Token revocation takes 20 minutes
The query is delayed
A persistence mechanism was missed — likely an OAuth grant, a delegate mailbox permission, or a second compromised account. Escalate immediately and expand scope.
Continued access after full containment means a gap in your containment scope. The most common causes are OAuth grants (survive session revocation), delegate mailbox access (survive password reset), or a second compromised account used as a pivot.
15. What should every investigation produce at minimum, beyond the incident report?

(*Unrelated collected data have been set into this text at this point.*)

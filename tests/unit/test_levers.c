/* SPDX-License-Identifier: BSD-3-Clause */
/* test_levers.c - the avalanche gain optimum of levers against the receiver's closed form. */
#include "check.h"
#include "schrot/levers.h"
#include "schrot/physics.h"

#define Q 1.602176634e-19
#define K 1.380649e-23

/*
 * d/dM of M^2 / (a M^2 F(M) + b) is zero where b (2M) = a M^2 M^2 F'(M) (the quotient rule with
 * the M^2 terms cancelled): 2b = a M^3 F'(M), F'(M) = k + (1 - k)/M^2 (McIntyre's F, row A1).
 * Solved here by bisection, independently of the scan and golden-section search under test.
 */
static double root_of_derivative(double a, double b, double k)
{
	double lo = 1, hi = 1e4;
	for (int i = 0; i < 200; i++) {
		double m = sqrt(lo * hi);
		double g = a * m * m * m * (k + (1 - k) / (m * m)) - 2 * b;
		if (g > 0)
			hi = m;
		else
			lo = m;
	}
	return sqrt(lo * hi);
}

/*
 * [A8] I_p = 10 nA, R_L = 10 kOhm, B = 1 MHz, 300 K, k = 0.02: SNR = M^2 I_p^2 / (2q I_p M^2 F B +
 * 4kTB/R_L) (Kumar & Deen, Fiber Optic Communications, Wiley 2014, eqs. (5.73) and (5.76)).
 */
static void test_levers__gain_optimum_of_the_receiver_form(void)
{
	double a = 2 * Q * 10e-9 * 1e6, b = 4 * K * 300 * 1e6 / 10e3;
	double m = sch_levers_gain_opt(a, b, 0.02, 1e4);

	CHECK_REL(m, root_of_derivative(a, b, 0.02), 1e-6);
	CHECK_REL(m, 36.8157448, 1e-6); /* the e2e test's numerical optimum of the same form */
	/* a larger fixed noise pushes the optimum up, as M_opt ~ (b / (a k))^(1/3) for large M */
	CHECK(sch_levers_gain_opt(a, 8 * b, 0.02, 1e4) > 1.8 * m);
	CHECK_REL(sch_levers_gain_opt(a, b, 0.2, 1e4), root_of_derivative(a, b, 0.2), 1e-6);
}

/* k = 0: F -> 2, SNR rises with M towards 1/(2a): no finite optimum. No fixed noise: M = 1. */
static void test_levers__no_finite_optimum_without_k(void)
{
	CHECK(isnan(sch_levers_gain_opt(1e-12, 1e-15, 0, 1e4)));
	CHECK_REL(sch_levers_gain_opt(1e-12, 0, 0.02, 1e4), 1.0, 1e-3);
	CHECK(isnan(sch_levers_gain_opt(0, 1e-15, 0.02, 1e4)));
}

static void test_levers__kind_names(void)
{
	CHECK_STR(sch_lever_kind_name(SCH_LEVER_RESISTANCE), "resistance");
	CHECK_STR(sch_lever_kind_name(SCH_LEVER_CAPACITANCE), "capacitance");
	CHECK_STR(sch_lever_kind_name(SCH_LEVER_CURRENT), "current");
	CHECK_STR(sch_lever_kind_name(SCH_LEVER_TEMPERATURE), "temperature");
	CHECK_STR(sch_lever_kind_name(SCH_LEVER_GAIN), "gain");
}

CHECK_MAIN(CASE(test_levers__gain_optimum_of_the_receiver_form), CASE(test_levers__no_finite_optimum_without_k),
	   CASE(test_levers__kind_names))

At least one new detection rule — converting the investigation's IOCs and patterns into automated detection that catches the same attack pattern in the future
A blog post
A penetration test
Every investigation is a detection engineering opportunity. The IOCs, attack patterns, and query logic you used during investigation become the scheduled detection rules that catch similar attacks automatically. An investigation that does not produce at least one new rule is a missed opportunity.